Saturday, March 14, 2009

No fire, no smoke, no SHS & still a smoking hazard?

Smoking bans around the world have been promoted as essential to protect the public from the alleged hazards of secondhand smoke.

In Ontario, for example, smoking has been banned in public buildings, bars, restaurants, casinos, in cars with minors under the age of sixteen, etc. Anti-smoker radicals are promoting bans in multi-unit apartment buildings, encouraging employers not to hire people who choose to smoke on or off the job and even advocating bans outside in public parks.

Most anti-smoker groups have been encouraging the use of “alternate nicotine delivery systems”, like Nicoderm and Nicorettes, to help smokers “kick the habit.” This has been a big boost to the pharmaceutical industry as far as marketing their nicotine replacement products.
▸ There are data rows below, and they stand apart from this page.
package bedmark.pack;

import static org.junit.jupiter.api.Assertions.assertArrayEquals;
import static org.junit.jupiter.api.Assertions.assertEquals;
import static org.junit.jupiter.api.Assertions.assertThrows;
import static org.junit.jupiter.api.Assertions.assertTrue;

import bedmark.document.Refused;
import bedmark.journal.Progress;
import java.io.ByteArrayOutputStream;
import java.io.IOException;
import java.nio.ByteBuffer;
import java.nio.ByteOrder;
import java.nio.channels.FileChannel;
import java.nio.file.Files;
import java.nio.file.Path;
import java.nio.file.StandardOpenOption;
import java.util.Arrays;
import java.util.HashSet;
import java.util.Map;
import java.util.Set;
import org.junit.jupiter.api.BeforeEach;
import org.junit.jupiter.api.Test;
import org.junit.jupiter.api.io.TempDir;

/** What a bad stick or cable does to a pack, tried at every single byte. */
class DamagedPackTest {
    private static final Map<String, byte[]> PHOTOS = Map.of("a.png", BagForge.PHOTO);

    @TempDir
    Path folder;
    private Path file;
    private byte[] sound;
    private ReadPack original;

    @BeforeEach
    void writePack() throws IOException {
        file = PackWriter.write(Samples.bundle(PHOTOS), Samples.folder(folder.resolve("photos"), PHOTOS),
                DeviceKey.of(folder.resolve("store")), folder.resolve("round.zip"), Progress.NONE).file();
        sound = Files.readAllBytes(file);
        original = PackReader.open(file, PackLimits.STANDARD);
    }

    @Test
    void aPackCutOffAnywhereIsRefused() throws IOException {
        for (int length = sound.length - 1; length >= 0; length--) {
            try (FileChannel channel = FileChannel.open(file, StandardOpenOption.WRITE)) {
                channel.truncate(length);
            }
            String code = refusal().defect().code();
            assertEquals(length < 4 ? "pack-not-zip" : "zip-truncated", code, "cut to " + length);
        }
    }

    @Test
    void aPackWithAnyByteTooManyOrTooFewIsRefused() throws IOException {
        for (int place = 0; place <= sound.length; place++) {
            Files.write(file, joined(Arrays.copyOf(sound, place), new byte[] {0},
                    Arrays.copyOfRange(sound, place, sound.length)));
            refusal();
            if (place < sound.length) {
                Files.write(file, joined(Arrays.copyOf(sound, place),
                        Arrays.copyOfRange(sound, place + 1, sound.length)));
                refusal();
            }
        }
    }

    /**
     * Every changed bit is refused but for three fields of the central directory: which system made the entry
     * (2 bytes), the internal attributes (2 bytes: text or binary) and the external attributes (4 bytes: rights).
     * They say nothing about names or content and no reader of ours looks at them, but for link, folder and device
     * bits, which are refused; with them changed, everything read is the same.
     */
    @Test
    void aPackWithAnyChangedByteIsRefusedOrReadsTheSame() throws IOException {
        Set<Integer> harmless = harmlessPlaces();
        Set<Integer> accepted = new HashSet<>();
        try (FileChannel channel = FileChannel.open(file, StandardOpenOption.WRITE)) {
            for (int place = 0; place < sound.length; place++) {
                for (int flip : new int[] {0x01, 0x02, 0x04, 0x08, 0x10, 0x20, 0x40, 0x80, 0xFF}) {
                    channel.write(ByteBuffer.wrap(new byte[] {(byte) (sound[place] ^ flip)}), place);
                    if (harmless.contains(place)) {
                        acceptedOrRefused(place, accepted);
                    } else {
                        int here = place;
                        assertThrows(Refused.class, () -> PackReader.open(file, PackLimits.STANDARD),
                                () -> "changed at " + here + " by " + flip);
                    }
                }
                channel.write(ByteBuffer.wrap(new byte[] {sound[place]}), place);
            }
        }
        assertTrue(accepted.size() > 8, "some of the harmless places are indeed not judged");
    }

    private void acceptedOrRefused(int place, Set<Integer> accepted) throws IOException {
        try {
            ReadPack pack = PackReader.open(file, PackLimits.STANDARD);
            assertArrayEquals(original.bundleText(), pack.bundleText());
            assertEquals(original.photos(), pack.photos());
            assertEquals(original.fingerprint(), pack.fingerprint());
            ByteArrayOutputStream photo = new ByteArrayOutputStream();
            pack.copy(pack.photos().get(0), photo);
            assertArrayEquals(BagForge.PHOTO, photo.toByteArray());
            accepted.add(place);
        } catch (Refused e) {
            assertTrue(Set.of("zip-kind-wrong", "zip-link").contains(e.defect().code()), e::getMessage);
        }
    }

    private Set<Integer> harmlessPlaces() {
        ByteBuffer bytes = ByteBuffer.wrap(sound).order(ByteOrder.LITTLE_ENDIAN);
        Set<Integer> places = new HashSet<>();
        int entry = bytes.getInt(sound.length - 6);
        while (bytes.getInt(entry) == 0x02014b50) {
            for (int field : new int[] {4, 5, 36, 37, 38, 39, 40, 41}) {
                places.add(entry + field);
            }
            entry += 46 + bytes.getShort(entry + 28);
        }
        return places;
    }

    private Refused refusal() {
        return assertThrows(Refused.class, () -> PackReader.open(file, PackLimits.STANDARD));
    }

    private static byte[] joined(byte[]... parts) {
        ByteArrayOutputStream out = new ByteArrayOutputStream();
        for (byte[] part : parts) {
            out.writeBytes(part);
        }
        return out.toByteArray();
    }
}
They’ve got The Canadian Cancer Society, Physicians for a Smoke-free Canada, etc promoting pharmaceutical nicotine, so they’re saving millions on advertising and marketing.
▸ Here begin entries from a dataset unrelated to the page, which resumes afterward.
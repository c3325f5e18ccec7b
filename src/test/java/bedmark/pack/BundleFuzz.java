package bedmark.pack;

import bedmark.document.Refused;
import bedmark.json.AssessmentWriter;
import bedmark.json.BundleReader;
import bedmark.json.JsonReader;
import bedmark.json.JsonWriter;
import bedmark.survey.Assessor;
import bedmark.survey.Bundle;
import bedmark.survey.Survey;
import java.nio.charset.StandardCharsets;
import java.util.Arrays;
import java.util.List;

/**
 * A target for coverage-guided fuzzing: any bytes are a bundle or are refused. A bundle is assessed and written, and
 * what was written reads back as the same document.
 */
public final class BundleFuzz {
    private BundleFuzz() {
    }

    /** Loads what the first input needs, which is no part of its time. */
    public static void fuzzerInitialize() {
        fuzzerTestOneInput(HostilePacks.bundle(BagForge.PHOTO).getBytes(StandardCharsets.UTF_8));
    }

    /** The name and form that fuzzers look for. */
    public static void fuzzerTestOneInput(byte[] data) {
        try {
            Bundle bundle = BundleReader.read(data);
            byte[] written = JsonWriter.compact(bundle.document());
            byte[] again = JsonWriter.compact(JsonReader.read(written).root());
            if (!Arrays.equals(written, again)) {
                throw new IllegalStateException("what was written reads back as another document");
            }
            assess(bundle);
        } catch (Refused e) {
            PackFuzz.requireWorded(e);
        }
    }

    private static void assess(Bundle bundle) {
        Assessor assessor = new Assessor(bundle.register());
        for (Survey survey : bundle.surveys()) {
            try {
                AssessmentWriter.write(assessor.assess(survey, List.of()));
            } catch (Refused e) {
                PackFuzz.requireWorded(e);
            }
        }
    }
}
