package bedmark.pack;

import static org.junit.jupiter.api.Assertions.assertEquals;
import static org.junit.jupiter.api.Assertions.assertInstanceOf;
import static org.junit.jupiter.api.Assertions.assertTrue;

import bedmark.journal.Digest;
import bedmark.office.OfficeOptions;
import bedmark.office.OfficeStore;
import bedmark.office.Received;
import bedmark.office.Sender;
import bedmark.survey.merge.Clash;
import bedmark.words.Words;
import java.io.IOException;
import java.nio.file.Files;
import java.nio.file.Path;
import java.time.Clock;
import java.time.Instant;
import java.time.ZoneOffset;
import java.util.List;
import java.util.Map;
import java.util.Optional;
import java.util.TreeMap;
import java.util.stream.Stream;
import org.junit.jupiter.api.AfterAll;
import org.junit.jupiter.api.BeforeAll;
import org.junit.jupiter.api.DynamicTest;
import org.junit.jupiter.api.Test;
import org.junit.jupiter.api.TestFactory;
import org.junit.jupiter.api.io.TempDir;

/**
 * Every hostile pack of {@link HostilePacks}, sent to an office that trusts its sender: each is turned away for its one
 * reason, and not a byte of what the store keeps differs afterwards; its tables note the refusal.
 */
class HostileReceiveTest {
    private static final Clock NOW = Clock.fixed(Instant.parse("2026-10-01T08:00:00Z"), ZoneOffset.UTC);
    private static final String PERSON = "Ida Marsh";

    @TempDir
    static Path folder;
    private static HostilePacks packs;
    private static OfficeStore office;

    @BeforeAll
    static void openOffice() throws IOException {
        DeviceKey key = DeviceKey.of(folder.resolve("tablet"));
        packs = new HostilePacks(key, DeviceKey.of(folder.resolve("stranger")));
        office = OfficeStore.open(folder.resolve("office"), OfficeOptions.of(NOW));
        office.trust(key.fingerprint().text(), "tablet 7", PERSON);
        assertInstanceOf(Received.Taken.class, receive("sound", packs.sound()));
    }

    @AfterAll
    static void closeOffice() {
        office.close();
    }

    private static Received receive(String name, byte[] pack) throws IOException {
        return office.receive(Files.write(folder.resolve(Digest.of(pack).hex() + ".zip"), pack), PERSON);
    }

    private static Map<String, String> everyByte() throws IOException {
        Map<String, String> files = new TreeMap<>();
        try (Stream<Path> all = Files.walk(folder.resolve("office"))) {
            for (Path file : all.filter(Files::isRegularFile).filter(one -> !one.getParent().endsWith("index"))
                    .toList()) {
                files.put(file.toString(), Digest.of(Files.readAllBytes(file)).hex());
            }
        }
        return files;
    }

    @TestFactory
    Stream<DynamicTest> hostilePacksAreTurnedAwayAndLeaveNothing() {
        return packs.all().entrySet().stream().map(hostile -> DynamicTest.dynamicTest(hostile.getKey(), () -> {
            Map<String, String> before = everyByte();
            Received received = receive(hostile.getKey(), hostile.getValue().bytes());
            Received.Turned turned = assertInstanceOf(Received.Turned.class, received);
            assertEquals(hostile.getValue().code(), turned.why().code());
            assertEquals(before, everyByte());
        }));
    }

    /** Nothing is overwritten by it: both contents are there, and a person is shown that they clash. */
    @Test
    void theSameIdWithOtherContentIsAConflictThatIsShown() throws IOException {
        Received.Taken taken = assertInstanceOf(Received.Taken.class,
                receive("other content", packs.sameIdWithOtherContent()));
        assertEquals(1, taken.fresh());
        assertEquals(1, taken.clashes().size());
        assertEquals(Clash.Kind.SAME_REVISION, taken.clashes().get(0).kind());
        assertEquals(2, taken.clashes().get(0).sides().size());
        Map<String, String> before = everyByte();
        assertInstanceOf(Received.AlreadyHere.class, receive("again", packs.sameIdWithOtherContent()));
        assertInstanceOf(Received.AlreadyHere.class, receive("again", packs.sound()));
        assertEquals(before, everyByte());
    }

    private static Sender senderOf(String hostile) throws IOException {
        return sender(packs.all().get(hostile).bytes());
    }

    private static Sender sender(byte[] refused) throws IOException {
        Sender sender = assertInstanceOf(Received.Turned.class, receive("refused", refused)).sender().orElseThrow();
        Words.LANGUAGES.forEach(language ->
                assertTrue(new Words(language).has("office.sender." + sender.code()), sender.code()));
        return sender;
    }

    @Test
    void whichTabletARefusedPackIsFromIsToldAsFarAsItsSignatureProvesIt() throws IOException {
        for (String damaged : List.of("wrong digest", "bad CRC", "nested archive", "unknown unit", "future version")) {
            assertEquals(new Sender(Optional.of("tablet 7"), Optional.of(packs.fingerprint()), true),
                    senderOf(damaged), damaged);
        }
        for (String unproved : List.of("bad signature", "manifest made anew under an old signature", "junk before",
                "weak digest alone")) {
            assertEquals(Sender.UNPROVED, senderOf(unproved), unproved);
        }
        assertEquals("trusted-nameless", senderOf("trailing text").code());
        assertEquals(Optional.empty(), assertInstanceOf(Received.Turned.class,
                office.receive(folder.resolve("absent.zip"), PERSON)).sender());
    }

    @Test
    void aNameThatWasNotSignedIsNotToldAndOneOfAnUntrustedKeyIsToldAsAClaim() throws IOException {
        String bundle = HostilePacks.bundle(BagForge.PHOTO);
        Map<String, byte[]> renamed = bag("tablet", bundle).files();
        renamed.put("data/bundle.json", BagForge.text(bundle.replace("tablet 7", "tablet 8")));
        assertEquals("trusted-nameless", sender(ZipForge.of(renamed).build()).code());
        Map<String, byte[]> foreign = bag("stranger", bundle).files();
        foreign.put("data/photos/a.png", Samples.png(2, 3));
        Sender stranger = sender(ZipForge.of(foreign).build());
        assertEquals("untrusted", stranger.code());
        assertEquals(Optional.of("tablet 7"), stranger.name());
        Map<String, byte[]> unfit = bag("stranger", bundle.replace("tablet 7", "t\\u0000")).files();
        unfit.put("data/photos/a.png", Samples.png(2, 3));
        assertEquals("untrusted-nameless", sender(ZipForge.of(unfit).build()).code());
    }

    private static BagForge bag(String key, String bundle) {
        BagForge bag = new BagForge(DeviceKey.of(folder.resolve(key)));
        bag.payload.put("data/bundle.json", BagForge.text(bundle));
        return bag;
    }

    @Test
    void aDeviceThatIsTrustedNowIsTrustedAfterOpeningAgain() throws IOException {
        Path home = folder.resolve("another office");
        try (OfficeStore first = OfficeStore.open(home, OfficeOptions.of(NOW))) {
            first.trust(packs.fingerprint(), "tablet 7", PERSON);
        }
        Path pack = Files.write(folder.resolve("first.zip"), packs.sound());
        try (OfficeStore again = OfficeStore.open(home, OfficeOptions.of(NOW))) {
            assertInstanceOf(Received.Taken.class, again.receive(pack, PERSON));
        }
    }

}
That’s why the big drug companies are the biggest supporters, financially and otherwise, of smoke free policies such as smoking bans and punitive levels of tobacco taxation. Coercing smokers into quitting creates a demand for their smoking cessation line of products and the anti-smoker radicals provide them with free advertising.

So, the drug companies and anti-smoker fanatics must really be chagrined at the apparently growing popularity of the new kid on the block. The electronic cigarette, or "e-cig", allows the user to "go through the motions" of smoking without the potential risks associated with smoking tobacco.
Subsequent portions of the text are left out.